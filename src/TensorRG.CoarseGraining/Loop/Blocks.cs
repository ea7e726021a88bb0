using System.Numerics;
using TensorRG.Tensors;

namespace TensorRG.CoarseGraining.Loop;

/// <summary>Vectors made of several tensors.</summary>
internal static class Blocks
{
    public static Tensor<T>[] Combine<T>(Tensor<T>[] a, Tensor<T>[] b, double factor)
        where T : unmanaged, INumberBase<T>
        => [.. a.Zip(b, (x, y) => TensorAlgebra<T>.Add(x, y, Scalar.FromReal<T>(factor)))];

    public static Tensor<T>[] Scale<T>(Tensor<T>[] a, double factor)
        where T : unmanaged, INumberBase<T>
        => [.. a.Select(x => TensorAlgebra<T>.Scale(x, Scalar.FromReal<T>(factor)))];

    public static double Dot<T>(Tensor<T>[] a, Tensor<T>[] b)
        where T : unmanaged, INumberBase<T>
    {
        double sum = 0;
        for (int k = 0; k < a.Length; k++)
        {
            ReadOnlySpan<T> x = a[k].Elements, y = b[k].Elements;
            for (int i = 0; i < x.Length; i++)
                sum += Scalar.RealPart(Scalar.Conjugate(x[i]) * y[i]);
        }

        return sum;
    }
}
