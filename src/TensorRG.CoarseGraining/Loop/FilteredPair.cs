using System.Numerics;
using TensorRG.Tensors;
using TensorRG.Tensors.Decompositions;

namespace TensorRG.CoarseGraining.Loop;

/// <summary>Both sublattice tensors after filtering.</summary>
/// <param name="A">A[u, l, d, r].</param>
/// <param name="B">B[u, l, d, r].</param>
/// <param name="Weights">For each bond of the ring the singular values of L R, the largest being 1.</param>
internal sealed record FilteredPair<T>(Tensor<T> A, Tensor<T> B, BondWeights[] Weights)
    where T : unmanaged, INumberBase<T>;
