using TensorRG.Models.Solutions;

namespace TensorRG.Models;

/// <summary>
/// Six-vertex model on the square lattice: an arrow on every bond, two in and two out at every vertex.
/// In the line representation a leg is occupied (1) where its arrow differs from the reference state (all arrows down and
/// right): u + l = d + r. Weights: a for no line or all four legs occupied (0000, 1111); b for one line going straight on
/// (u = d, l = r, u not l); c for one line that turns (u = r, l = d, u not l).
/// a, b and c are the weights of vertices 1-2, 3-4 and 5-6 in the numbering of R. J. Baxter, "Exactly Solved Models in
/// Statistical Mechanics" (1982), chapter 8.
/// </summary>
public sealed class SixVertexModel : Model
{
    private readonly KnownSixVertex solution = new();

    /// <inheritdoc/>
    public override string Name => "six-vertex";

    /// <inheritdoc/>
    public override string Title => "six-vertex model (square ice)";

    /// <inheritdoc/>
    public override string Description =>
        "Arrows on the bonds of the square lattice, two in and two out at every vertex (the ice rule), with weights a, b, c for the three pairs of "
        + "arrow-reversed vertices: a where the two horizontal and the two vertical arrows go straight on in the reference sense or both against it, b where "
        + "they go straight on in opposite senses, c where they turn. Z = sum of products of weights; a = b = c = 1 is square ice. "
        + "Delta = (a^2 + b^2 - c^2) / (2ab) tells the phase: critical for -1 <= Delta < 1, frozen for Delta >= 1, antiferroelectric for Delta < -1. "
        + "A site is a vertex.";

    /// <inheritdoc/>
    public override string Lattice => "square (arrows on the bonds)";

    /// <inheritdoc/>
    public override int SitesPerVertex => 1;

    /// <inheritdoc/>
    public override string Symmetry => "U(1), the number of lines through a cut";

    /// <inheritdoc/>
    public override IReadOnlyList<ParameterDefinition> Parameters { get; } =
    [
        Weight("a", "Weight of a vertex whose arrows all follow the reference sense, or all oppose it"),
        Weight("b", "Weight of a vertex whose arrows go straight on, one pair with and one against the reference sense"),
        Weight("c", "Weight of a vertex whose arrows turn"),
    ];

    /// <inheritdoc/>
    public override IReadOnlyList<ExactReference> ExactReferences => solution.References;

    /// <inheritdoc/>
    protected override CriticalPoint FindCriticalTemperature(ParameterSet parameters) => solution.CriticalTemperature(parameters);

    /// <inheritdoc/>
    protected override VertexNetwork BuildNetwork(ParameterSet parameters) => solution.Network(parameters)!;

    /// <inheritdoc/>
    protected override ExactValue? FindExact(Quantity quantity, ParameterSet parameters)
        => solution.Exact(QuantityNames.Name(quantity), parameters);

    private static ParameterDefinition Weight(string name, string meaning) => new()
    {
        Name = name,
        Symbol = name,
        Meaning = meaning,
        Unit = "none (a Boltzmann weight)",
        Default = 1,
        Minimum = 1e-6,
        Maximum = 1e6,
    };
}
*****
● Required work
Every line in the records has to be written out again exactly.

● Solution for this task
filename src/TensorRG.CoarseGraining/Loop/Blocks.cs
repository ea7e726021a88bb0
using System.Numerics;
using TensorRG.Tensors;

namespace TensorRG.CoarseGraining.Loop;

/// <summary>Vectors made of several tensors.</summary>
internal static class Blocks
{
    public static Tensor<T>[] Combine<T>(Tensor<T>[] a, Tensor<T>[] b, double factor)
        where T : unmanaged, INumberBase<T>
        => [.. a.Zip(b, (x, y) => TensorAlgebra<T>.Add(x, y, Scalar.FromReal<T>(factor)))];

    public static Tensor<T>[] Scale<T>(Tensor<T>[] a, double factor)
        where T : unmanaged, INumberBase<T>
        => [.. a.Select(x => TensorAlgebra<T>.Scale(x, Scalar.FromReal<T>(factor)))];

    public static double Dot<T>(Tensor<T>[] a, Tensor<T>[] b)
        where T : unmanaged, INumberBase<T>
    {
        double sum = 0;
        for (int k = 0; k < a.Length; k++)
        {
            ReadOnlySpan<T> x = a[k].Elements, y = b[k].Elements;
            for (int i = 0; i < x.Length; i++)
                sum += Scalar.RealPart(Scalar.Conjugate(x[i]) * y[i]);
        }

        return sum;
    }
}
filename src/TensorRG.CoarseGraining/Loop/FilteredPair.cs
using System.Numerics;
using TensorRG.Tensors;
using TensorRG.Tensors.Decompositions;

namespace TensorRG.CoarseGraining.Loop;

/// <summary>Both sublattice tensors after filtering.</summary>
/// <param name="A">A[u, l, d, r].</param>
/// <param name="B">B[u, l, d, r].</param>
/// <param name="Weights">For each bond of the ring the singular values of L R, the largest being 1.</param>
internal sealed record FilteredPair<T>(Tensor<T> A, Tensor<T> B, BondWeights[] Weights)
    where T : unmanaged, INumberBase<T>;
using TensorRG.Models.Solutions;

namespace TensorRG.Models;

/// <summary>
/// Six-vertex model on the square lattice: an arrow on every bond, two in and two out at every vertex.
/// In the line representation a leg is occupied (1) where its arrow differs from the reference state (all arrows down and
/// right): u + l = d + r. Weights: a for no line or all four legs occupied (0000, 1111); b for one line going straight on
/// (u = d, l = r, u not l); c for one line that turns (u = r, l = d, u not l).
/// a, b and c are the weights of vertices 1-2, 3-4 and 5-6 in the numbering of R. J. Baxter, "Exactly Solved Models in
/// Statistical Mechanics" (1982), chapter 8.
/// </summary>
public sealed class SixVertexModel : Model
{
    private readonly KnownSixVertex solution = new();

    /// <inheritdoc/>
    public override string Name => "six-vertex";

    /// <inheritdoc/>
    public override string Title => "six-vertex model (square ice)";

    /// <inheritdoc/>
    public override string Description =>
        "Arrows on the bonds of the square lattice, two in and two out at every vertex (the ice rule), with weights a, b, c for the three pairs of "
        + "arrow-reversed vertices: a where the two horizontal and the two vertical arrows go straight on in the reference sense or both against it, b where "
        + "they go straight on in opposite senses, c where they turn. Z = sum of products of weights; a = b = c = 1 is square ice. "
        + "Delta = (a^2 + b^2 - c^2) / (2ab) tells the phase: critical for -1 <= Delta < 1, frozen for Delta >= 1, antiferroelectric for Delta < -1. "
        + "A site is a vertex.";

    /// <inheritdoc/>
    public override string Lattice => "square (arrows on the bonds)";

    /// <inheritdoc/>
    public override int SitesPerVertex => 1;

    /// <inheritdoc/>
    public override string Symmetry => "U(1), the number of lines through a cut";

    /// <inheritdoc/>
    public override IReadOnlyList<ParameterDefinition> Parameters { get; } =
    [
        Weight("a", "Weight of a vertex whose arrows all follow the reference sense, or all oppose it"),
        Weight("b", "Weight of a vertex whose arrows go straight on, one pair with and one against the reference sense"),
        Weight("c", "Weight of a vertex whose arrows turn"),
    ];

    /// <inheritdoc/>
    public override IReadOnlyList<ExactReference> ExactReferences => solution.References;

    /// <inheritdoc/>
    protected override CriticalPoint FindCriticalTemperature(ParameterSet parameters) => solution.CriticalTemperature(parameters);

    /// <inheritdoc/>
    protected override VertexNetwork BuildNetwork(ParameterSet parameters) => solution.Network(parameters)!;

    /// <inheritdoc/>
    protected override ExactValue? FindExact(Quantity quantity, ParameterSet parameters)
        => solution.Exact(QuantityNames.Name(quantity), parameters);

    private static ParameterDefinition Weight(string name, string meaning) => new()
    {
        Name = name,
        Symbol = name,
        Meaning = meaning,
        Unit = "none (a Boltzmann weight)",
        Default = 1,
        Minimum = 1e-6,
        Maximum = 1e6,
    };
}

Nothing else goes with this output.